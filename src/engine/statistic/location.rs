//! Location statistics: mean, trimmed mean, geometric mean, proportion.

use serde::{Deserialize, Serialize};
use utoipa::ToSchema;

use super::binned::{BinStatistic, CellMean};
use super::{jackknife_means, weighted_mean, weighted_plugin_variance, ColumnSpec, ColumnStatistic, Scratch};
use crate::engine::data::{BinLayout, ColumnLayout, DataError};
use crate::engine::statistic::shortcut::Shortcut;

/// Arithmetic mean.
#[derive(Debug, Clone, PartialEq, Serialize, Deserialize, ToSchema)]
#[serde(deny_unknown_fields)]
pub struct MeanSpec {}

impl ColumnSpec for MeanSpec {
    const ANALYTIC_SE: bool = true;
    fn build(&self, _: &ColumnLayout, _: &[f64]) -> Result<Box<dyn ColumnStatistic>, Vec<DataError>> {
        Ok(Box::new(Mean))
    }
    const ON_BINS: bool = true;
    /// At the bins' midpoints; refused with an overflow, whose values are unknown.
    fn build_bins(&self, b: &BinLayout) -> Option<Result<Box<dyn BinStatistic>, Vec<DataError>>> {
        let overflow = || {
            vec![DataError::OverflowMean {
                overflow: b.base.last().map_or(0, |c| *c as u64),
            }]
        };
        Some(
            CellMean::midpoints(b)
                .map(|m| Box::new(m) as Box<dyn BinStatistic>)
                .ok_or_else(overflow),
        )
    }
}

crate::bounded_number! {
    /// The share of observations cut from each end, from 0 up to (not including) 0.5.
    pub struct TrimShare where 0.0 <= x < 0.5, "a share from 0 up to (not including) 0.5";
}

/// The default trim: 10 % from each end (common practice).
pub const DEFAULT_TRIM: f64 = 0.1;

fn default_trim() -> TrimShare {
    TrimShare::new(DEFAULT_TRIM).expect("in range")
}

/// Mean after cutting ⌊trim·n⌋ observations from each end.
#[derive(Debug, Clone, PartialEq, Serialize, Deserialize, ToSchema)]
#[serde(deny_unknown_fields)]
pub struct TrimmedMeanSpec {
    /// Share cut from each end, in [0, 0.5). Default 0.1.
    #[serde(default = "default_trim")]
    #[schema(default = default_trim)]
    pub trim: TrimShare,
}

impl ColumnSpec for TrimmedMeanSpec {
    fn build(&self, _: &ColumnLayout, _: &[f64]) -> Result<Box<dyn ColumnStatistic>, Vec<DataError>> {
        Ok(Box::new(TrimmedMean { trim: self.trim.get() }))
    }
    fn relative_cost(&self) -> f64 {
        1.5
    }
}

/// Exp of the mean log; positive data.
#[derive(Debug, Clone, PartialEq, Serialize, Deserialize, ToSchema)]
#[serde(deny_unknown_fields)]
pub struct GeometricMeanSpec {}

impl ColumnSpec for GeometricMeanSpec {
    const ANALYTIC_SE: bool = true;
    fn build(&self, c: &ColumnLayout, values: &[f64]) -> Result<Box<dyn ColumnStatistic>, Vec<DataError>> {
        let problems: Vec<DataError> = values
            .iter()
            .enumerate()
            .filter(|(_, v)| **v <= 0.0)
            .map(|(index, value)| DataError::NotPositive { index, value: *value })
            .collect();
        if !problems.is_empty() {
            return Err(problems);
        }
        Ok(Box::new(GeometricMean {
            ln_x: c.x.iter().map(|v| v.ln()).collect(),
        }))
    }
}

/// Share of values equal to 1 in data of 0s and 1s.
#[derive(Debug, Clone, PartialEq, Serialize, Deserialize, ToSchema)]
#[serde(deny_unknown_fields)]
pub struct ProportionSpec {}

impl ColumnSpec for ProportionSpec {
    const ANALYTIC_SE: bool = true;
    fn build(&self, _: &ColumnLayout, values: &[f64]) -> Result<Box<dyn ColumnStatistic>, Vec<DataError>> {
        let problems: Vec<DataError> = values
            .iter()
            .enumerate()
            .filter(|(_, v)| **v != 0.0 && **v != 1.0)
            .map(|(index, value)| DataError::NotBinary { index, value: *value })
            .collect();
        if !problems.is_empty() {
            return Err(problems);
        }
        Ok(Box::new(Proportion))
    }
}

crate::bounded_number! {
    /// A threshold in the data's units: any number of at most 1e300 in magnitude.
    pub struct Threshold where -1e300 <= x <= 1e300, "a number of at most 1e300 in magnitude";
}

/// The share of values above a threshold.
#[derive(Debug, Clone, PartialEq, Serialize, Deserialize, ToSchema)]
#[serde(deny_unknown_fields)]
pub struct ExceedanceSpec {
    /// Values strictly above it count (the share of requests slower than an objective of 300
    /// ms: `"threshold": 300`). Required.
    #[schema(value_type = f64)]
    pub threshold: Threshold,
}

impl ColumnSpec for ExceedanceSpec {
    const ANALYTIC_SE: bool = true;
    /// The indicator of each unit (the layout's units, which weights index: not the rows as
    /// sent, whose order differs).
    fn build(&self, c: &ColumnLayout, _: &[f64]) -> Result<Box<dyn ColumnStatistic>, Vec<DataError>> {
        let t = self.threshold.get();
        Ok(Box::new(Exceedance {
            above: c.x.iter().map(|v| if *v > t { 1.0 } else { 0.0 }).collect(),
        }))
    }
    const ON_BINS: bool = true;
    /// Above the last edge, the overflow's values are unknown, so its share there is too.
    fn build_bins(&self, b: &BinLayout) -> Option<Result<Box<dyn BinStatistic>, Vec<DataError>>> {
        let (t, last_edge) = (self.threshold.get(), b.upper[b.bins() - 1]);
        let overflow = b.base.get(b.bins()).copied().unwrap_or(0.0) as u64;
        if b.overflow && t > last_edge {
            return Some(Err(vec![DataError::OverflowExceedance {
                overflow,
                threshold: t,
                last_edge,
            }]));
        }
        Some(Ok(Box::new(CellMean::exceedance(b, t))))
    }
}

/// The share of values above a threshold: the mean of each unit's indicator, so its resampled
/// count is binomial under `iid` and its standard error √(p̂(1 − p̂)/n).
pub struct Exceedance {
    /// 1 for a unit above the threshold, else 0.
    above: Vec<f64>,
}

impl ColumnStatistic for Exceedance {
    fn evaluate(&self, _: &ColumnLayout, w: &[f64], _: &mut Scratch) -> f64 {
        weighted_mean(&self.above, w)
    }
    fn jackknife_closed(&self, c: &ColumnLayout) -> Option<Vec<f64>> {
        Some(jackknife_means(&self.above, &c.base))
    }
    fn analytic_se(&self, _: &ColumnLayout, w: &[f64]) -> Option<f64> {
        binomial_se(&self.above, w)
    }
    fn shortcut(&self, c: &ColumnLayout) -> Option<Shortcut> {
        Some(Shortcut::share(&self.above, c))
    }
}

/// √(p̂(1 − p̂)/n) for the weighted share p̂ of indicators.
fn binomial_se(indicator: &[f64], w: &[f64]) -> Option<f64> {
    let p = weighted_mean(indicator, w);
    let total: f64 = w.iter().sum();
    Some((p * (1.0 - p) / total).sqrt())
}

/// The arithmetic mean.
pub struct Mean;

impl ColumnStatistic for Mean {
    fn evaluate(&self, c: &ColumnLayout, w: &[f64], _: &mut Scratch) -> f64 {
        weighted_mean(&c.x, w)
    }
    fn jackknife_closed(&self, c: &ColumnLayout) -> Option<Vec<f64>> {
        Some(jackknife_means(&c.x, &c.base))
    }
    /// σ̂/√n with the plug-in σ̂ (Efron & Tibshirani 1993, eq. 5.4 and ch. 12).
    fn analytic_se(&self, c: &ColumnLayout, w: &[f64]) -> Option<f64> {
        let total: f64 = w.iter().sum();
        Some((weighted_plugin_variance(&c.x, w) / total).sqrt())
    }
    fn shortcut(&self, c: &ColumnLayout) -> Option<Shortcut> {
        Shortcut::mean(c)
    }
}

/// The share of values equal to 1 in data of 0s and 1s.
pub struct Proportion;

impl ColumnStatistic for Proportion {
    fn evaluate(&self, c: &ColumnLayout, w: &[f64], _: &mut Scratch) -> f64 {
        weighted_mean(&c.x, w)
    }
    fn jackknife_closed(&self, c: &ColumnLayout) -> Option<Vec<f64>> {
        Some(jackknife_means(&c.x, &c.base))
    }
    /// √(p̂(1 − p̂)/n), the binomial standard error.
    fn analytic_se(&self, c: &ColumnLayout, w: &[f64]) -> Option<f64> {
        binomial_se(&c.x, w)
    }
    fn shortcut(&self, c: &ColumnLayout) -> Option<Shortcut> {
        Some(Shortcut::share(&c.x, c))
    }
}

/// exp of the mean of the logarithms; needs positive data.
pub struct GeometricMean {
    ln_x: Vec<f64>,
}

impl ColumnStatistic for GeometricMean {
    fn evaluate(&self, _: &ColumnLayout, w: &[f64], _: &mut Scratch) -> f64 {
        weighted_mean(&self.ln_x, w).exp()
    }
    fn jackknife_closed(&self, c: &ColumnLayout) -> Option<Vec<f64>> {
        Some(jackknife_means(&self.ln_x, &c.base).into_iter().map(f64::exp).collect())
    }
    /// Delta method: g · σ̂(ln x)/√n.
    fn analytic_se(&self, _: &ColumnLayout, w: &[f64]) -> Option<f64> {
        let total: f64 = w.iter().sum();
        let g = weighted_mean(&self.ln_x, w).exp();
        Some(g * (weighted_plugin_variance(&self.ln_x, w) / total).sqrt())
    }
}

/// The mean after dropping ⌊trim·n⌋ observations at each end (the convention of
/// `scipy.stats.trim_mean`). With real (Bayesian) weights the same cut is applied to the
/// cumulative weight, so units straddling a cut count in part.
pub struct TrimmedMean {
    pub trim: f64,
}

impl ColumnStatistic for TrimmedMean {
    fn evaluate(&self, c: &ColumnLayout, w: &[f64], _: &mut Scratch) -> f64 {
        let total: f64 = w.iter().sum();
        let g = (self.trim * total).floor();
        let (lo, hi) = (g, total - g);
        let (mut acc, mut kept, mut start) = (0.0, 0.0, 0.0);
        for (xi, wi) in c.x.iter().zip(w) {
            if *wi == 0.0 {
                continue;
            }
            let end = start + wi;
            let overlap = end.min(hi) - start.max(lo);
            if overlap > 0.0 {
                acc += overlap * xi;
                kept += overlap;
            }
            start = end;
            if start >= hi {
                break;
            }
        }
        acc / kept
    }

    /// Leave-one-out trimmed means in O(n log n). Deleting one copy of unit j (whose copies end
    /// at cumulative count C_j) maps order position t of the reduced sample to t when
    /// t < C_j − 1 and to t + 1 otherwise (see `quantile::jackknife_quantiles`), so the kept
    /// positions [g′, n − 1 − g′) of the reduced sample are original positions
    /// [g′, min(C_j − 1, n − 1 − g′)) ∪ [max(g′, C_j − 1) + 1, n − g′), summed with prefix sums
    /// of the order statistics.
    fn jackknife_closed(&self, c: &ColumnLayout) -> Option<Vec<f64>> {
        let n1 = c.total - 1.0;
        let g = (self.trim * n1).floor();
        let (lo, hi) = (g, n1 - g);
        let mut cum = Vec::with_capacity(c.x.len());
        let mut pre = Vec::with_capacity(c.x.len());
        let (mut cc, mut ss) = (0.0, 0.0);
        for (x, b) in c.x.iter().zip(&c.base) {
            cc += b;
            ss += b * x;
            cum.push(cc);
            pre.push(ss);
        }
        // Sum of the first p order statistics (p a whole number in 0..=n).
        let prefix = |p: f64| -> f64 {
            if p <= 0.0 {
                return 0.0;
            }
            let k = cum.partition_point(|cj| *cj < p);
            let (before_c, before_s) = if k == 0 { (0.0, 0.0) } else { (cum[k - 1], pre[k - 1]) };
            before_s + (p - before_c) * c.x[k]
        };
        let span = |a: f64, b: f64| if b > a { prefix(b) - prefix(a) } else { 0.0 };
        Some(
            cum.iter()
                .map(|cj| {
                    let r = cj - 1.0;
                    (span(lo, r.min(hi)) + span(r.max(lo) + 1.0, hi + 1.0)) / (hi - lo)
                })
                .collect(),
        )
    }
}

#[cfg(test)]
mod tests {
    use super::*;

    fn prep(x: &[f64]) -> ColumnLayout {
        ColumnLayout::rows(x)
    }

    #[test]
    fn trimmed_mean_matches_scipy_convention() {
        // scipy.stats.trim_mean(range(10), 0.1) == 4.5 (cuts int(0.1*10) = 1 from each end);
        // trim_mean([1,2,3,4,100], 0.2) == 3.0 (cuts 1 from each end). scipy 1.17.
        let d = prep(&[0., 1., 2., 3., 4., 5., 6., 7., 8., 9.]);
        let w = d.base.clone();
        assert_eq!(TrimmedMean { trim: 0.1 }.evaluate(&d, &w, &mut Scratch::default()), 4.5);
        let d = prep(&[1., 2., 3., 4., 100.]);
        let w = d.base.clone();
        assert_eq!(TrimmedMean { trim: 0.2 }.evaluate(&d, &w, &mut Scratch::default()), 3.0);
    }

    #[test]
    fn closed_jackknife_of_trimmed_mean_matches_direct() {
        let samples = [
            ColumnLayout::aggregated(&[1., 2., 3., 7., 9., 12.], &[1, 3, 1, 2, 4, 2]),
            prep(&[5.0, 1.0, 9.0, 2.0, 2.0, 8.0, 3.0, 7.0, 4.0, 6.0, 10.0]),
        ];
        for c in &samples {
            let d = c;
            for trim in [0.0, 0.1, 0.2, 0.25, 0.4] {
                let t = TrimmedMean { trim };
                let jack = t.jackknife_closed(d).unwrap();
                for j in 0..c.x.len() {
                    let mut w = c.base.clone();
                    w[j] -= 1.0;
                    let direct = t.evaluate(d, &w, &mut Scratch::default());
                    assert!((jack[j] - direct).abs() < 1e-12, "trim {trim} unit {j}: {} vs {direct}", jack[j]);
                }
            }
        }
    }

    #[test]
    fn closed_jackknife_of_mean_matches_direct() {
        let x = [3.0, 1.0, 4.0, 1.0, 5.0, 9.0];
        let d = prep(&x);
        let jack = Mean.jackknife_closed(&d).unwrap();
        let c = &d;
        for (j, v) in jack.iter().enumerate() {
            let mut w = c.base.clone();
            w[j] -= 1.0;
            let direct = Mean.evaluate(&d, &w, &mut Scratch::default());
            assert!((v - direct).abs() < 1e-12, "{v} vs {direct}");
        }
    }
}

- **What the task asks**
Your answer must be the number of lines above that contain the word "statistics", stated alone.

- **Response to the exercise**
3